▶ ACTIVITY:
Which lines in the data contain the word "units"? Please copy each of them.

▶ INFORMATION SUPPLIED:
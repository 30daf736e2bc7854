package exact

import (
	"math"
	"math/big"
	"math/cmplx"
)

// match links points that look like conjugates, so that only one of the two is
// evaluated, and puts points on the real axis that look as if they belong there.
// These are guesses: the discs prove them in the end, and rethink undoes them
// where they lead nowhere.
func (s *rootSolver) match() {
	var closest []int
	for i := range s.roots {
		a := &s.roots[i]
		if a.link >= 0 || a.step > -7 {
			continue
		}
		x, k := s.views[i].x, s.views[i].k
		mirror := cmplx.Conj(x)
		nearest, twin, twinDistance, second := math.Inf(1), -1, math.Inf(1), math.Inf(1)
		closest = closest[:0]
		for j := range s.views {
			if j == i {
				continue
			}
			shift := s.views[j].k - k
			if shift > 60 || shift < -60 {
				nearest = math.Min(nearest, 0.5)
				continue
			}
			y := s.views[j].x * complex(math.Ldexp(1, shift), 0)
			to, across := cmplx.Abs(x-y), cmplx.Abs(mirror-y)
			if math.Min(to, across) < 0x1p-40 {
				closest = append(closest, j)
				continue
			}
			if across < twinDistance {
				twin, twinDistance, second = j, across, twinDistance
			} else {
				second = math.Min(second, across)
			}
			nearest = math.Min(nearest, to)
		}
		// From here on logarithms: the views do not tell small distances.
		nearest, twinDistance, second = math.Log2(nearest), math.Log2(twinDistance), math.Log2(second)
		for _, j := range closest {
			to, across := s.distances(i, j)
			if across < twinDistance {
				twin, twinDistance, second = j, across, twinDistance
			} else {
				second = math.Min(second, across)
			}
			nearest = math.Min(nearest, to)
		}
		off := logAbs(a.y, a.words)
		switch {
		case off < nearest-7 && a.step < nearest-3 && a.guesses < mostGuesses:
			a.guesses++
			a.link = i
			a.y.SetInt64(0)
			a.normalise()
			a.log, a.tries = math.Inf(1), 0
			s.look(i)
		case twin >= 0 && s.roots[twin].link < 0 && twinDistance < math.Min(nearest, second)-3 && a.step < off-3 && a.guesses < mostGuesses:
			a.guesses++
			leader, follower := min(i, twin), max(i, twin)
			s.roots[leader].link, s.roots[follower].link = follower, leader
			s.roots[leader].tries, s.roots[follower].tries = 0, 0
			s.look(leader)
		}
	}
}

// mostGuesses is how often a point is tried on the axis or as one of a pair.
const mostGuesses = 4

// distances returns log2 of |z_i − z_j| and |conj z_i − z_j| in units of 2^k_i.
func (s *rootSolver) distances(i, j int) (to, across float64) {
	d, e := s.difference(i, j)
	to = math.Log2(cmplx.Abs(d)) + float64(e)
	if s.roots[i].y.Sign() == 0 {
		return to, to
	}
	a := &s.roots[i]
	a.y.Neg(a.y)
	d, e = s.difference(i, j)
	a.y.Neg(a.y)
	return to, math.Log2(cmplx.Abs(d)) + float64(e)
}

// isolated tells whether the discs are disjoint; where they are not, it sets
// the goals of the discs concerned higher.
func (s *rootSolver) isolated() bool {
	radius := make([]float64, len(s.roots)) // in units of 2^k
	for i := range s.roots {
		radius[i] = math.Exp2(math.Max(s.roots[i].log, -1000)+slack) * cmplx.Abs(s.views[i].x)
	}
	isolated := true
	for i := range s.roots {
		for j := i + 1; j < len(s.roots); j++ {
			if s.apart(i, j, radius) {
				continue
			}
			isolated = false
			s.wantMore(i)
			s.wantMore(j)
			if s.twice(i, j) {
				s.displace(j)
			}
		}
	}
	return isolated
}

// twice tells whether two points with overlapping discs seem to have gone for the
// same roots: on a circle around the discs, wide against them, z·p'/p is about
// m over the relative radius if m roots are within. Fewer roots than points mean
// that one point is too many. A guess, which decides about the way only.
func (s *rootSolver) twice(i, j int) bool {
	a := s.roots[i]
	reach := int(math.Min(-a.log, -s.roots[j].log) / 2) // the circle's radius is 2^-reach
	if reach < 20 {
		return false
	}
	a.x, a.y = new(big.Int).Set(a.x), new(big.Int).Set(a.y)
	a.x.Add(a.x, new(big.Int).Rsh(s.roots[i].y, uint(reach)))
	a.y.Sub(a.y, new(big.Int).Rsh(s.roots[i].x, uint(reach))) // z·(1 − j·2^-reach)
	a.normalise()
	ev := s.value.evaluate(a.fixed(), a.work, &s.space)
	if ev.logP < ev.logEP+10 || ev.logD < ev.logED+10 {
		return false
	}
	within := math.Exp2(ev.logD - ev.logP - float64(reach))
	points := 1.0
	for k := range s.roots {
		if k == i {
			continue
		}
		if d, e := s.difference(i, k); math.Log2(cmplx.Abs(d))+float64(e) < -float64(reach)-4 || d == 0 {
			points++
		}
	}
	return within < points-0.6
}

// displace moves a point that may have gone for the root of another one away:
// the repulsion sends it to a root that has none.
func (s *rootSolver) displace(i int) {
	s.place(i, s.value.rim.again(i, s.roots[i].displaced))
	s.roots[i].displaced++
	s.roots[i].tries = 0
	s.look(i)
}

// wantMore sets the goal of a point beyond what it has reached.
func (s *rootSolver) wantMore(i int) {
	a := &s.roots[i]
	if a.log > -a.goal {
		return // already raised
	}
	a.goal += math.Max(30, a.goal/3)
	a.tries = 0
	if a.link >= 0 && a.link != i {
		s.roots[a.link].goal = a.goal
	}
}

// apart tells whether two discs are disjoint. The views are within 2^-52 of the
// points, relative to their magnitudes; where that does not decide, the exact
// difference does, to within 2^-50 of itself.
func (s *rootSolver) apart(i, j int, radius []float64) bool {
	if s.views[i].k < s.views[j].k {
		i, j = j, i
	}
	scale := 0.0
	if shift := s.views[j].k - s.views[i].k; shift > -1000 {
		scale = math.Ldexp(1, shift)
	} else {
		scale = 0x1p-1000
	}
	x, y := s.views[i].x, s.views[j].x*complex(scale, 0)
	both := radius[i] + radius[j]*scale
	d := math.Max(math.Abs(real(x)-real(y)), math.Abs(imag(x)-imag(y)))
	if d > (both+0x1p-48)*(1+slack) { // |x|, |y| < 2
		return true
	}
	if d = cmplx.Abs(x - y); d > (both+0x1p-48)*(1+slack) {
		return true
	}
	exact, e := s.difference(i, j)
	larger := math.Max(s.logRadius(i), s.logRadius(j)+float64(s.views[j].k-s.views[i].k))
	return math.Log2(cmplx.Abs(exact))+float64(e)-slack > larger+1
}

// logRadius is log2 of the radius of a disc in units of 2^k.
func (s *rootSolver) logRadius(i int) float64 {
	return s.roots[i].log + math.Log2(cmplx.Abs(s.views[i].x)) + slack
}

// pairUp decides of each disc whether it is on the real axis, above or below,
// and puts the mirror images of the upper ones in place of the lower ones. It
// fails, having changed the goals or points, where a disc reaches the axis
// without being centred on it.
func (s *rootSolver) pairUp() bool {
	var upper, lower, axis []int
	sure := true
	for i := range s.roots {
		a := &s.roots[i]
		off := logAbs(a.y, a.words)-slack > s.logRadius(i)
		switch {
		case a.y.Sign() == 0:
			axis = append(axis, i)
		case off && a.y.Sign() > 0:
			upper = append(upper, i)
		case off:
			lower = append(lower, i)
		case a.link >= 0 || a.guesses >= mostGuesses:
			sure = false // a pair about the axis, it seems: tell it from it
			s.wantMore(i)
		default:
			sure = false
			a.guesses++
			a.link = i
			a.y.SetInt64(0)
			a.normalise()
			a.log, a.tries = math.Inf(1), 0
			s.look(i)
		}
	}
	if !sure {
		return false
	}
	// Disjoint discs off the axis hold one root each, and roots come in
	// conjugate pairs: there are as many above as below.
	for _, i := range axis {
		s.roots[i].link = i
	}
	for m, i := range upper {
		j := lower[m]
		s.roots[i].link, s.roots[j].link = j, i
	}
	for _, i := range upper {
		s.look(i)
	}
	s.essential = append(append([]int{}, axis...), upper...)
	return true
}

▶ EXPECTED ANSWER:
// distances returns log2 of |z_i − z_j| and |conj z_i − z_j| in units of 2^k_i.
	radius := make([]float64, len(s.roots)) // in units of 2^k
// logRadius is log2 of the radius of a disc in units of 2^k.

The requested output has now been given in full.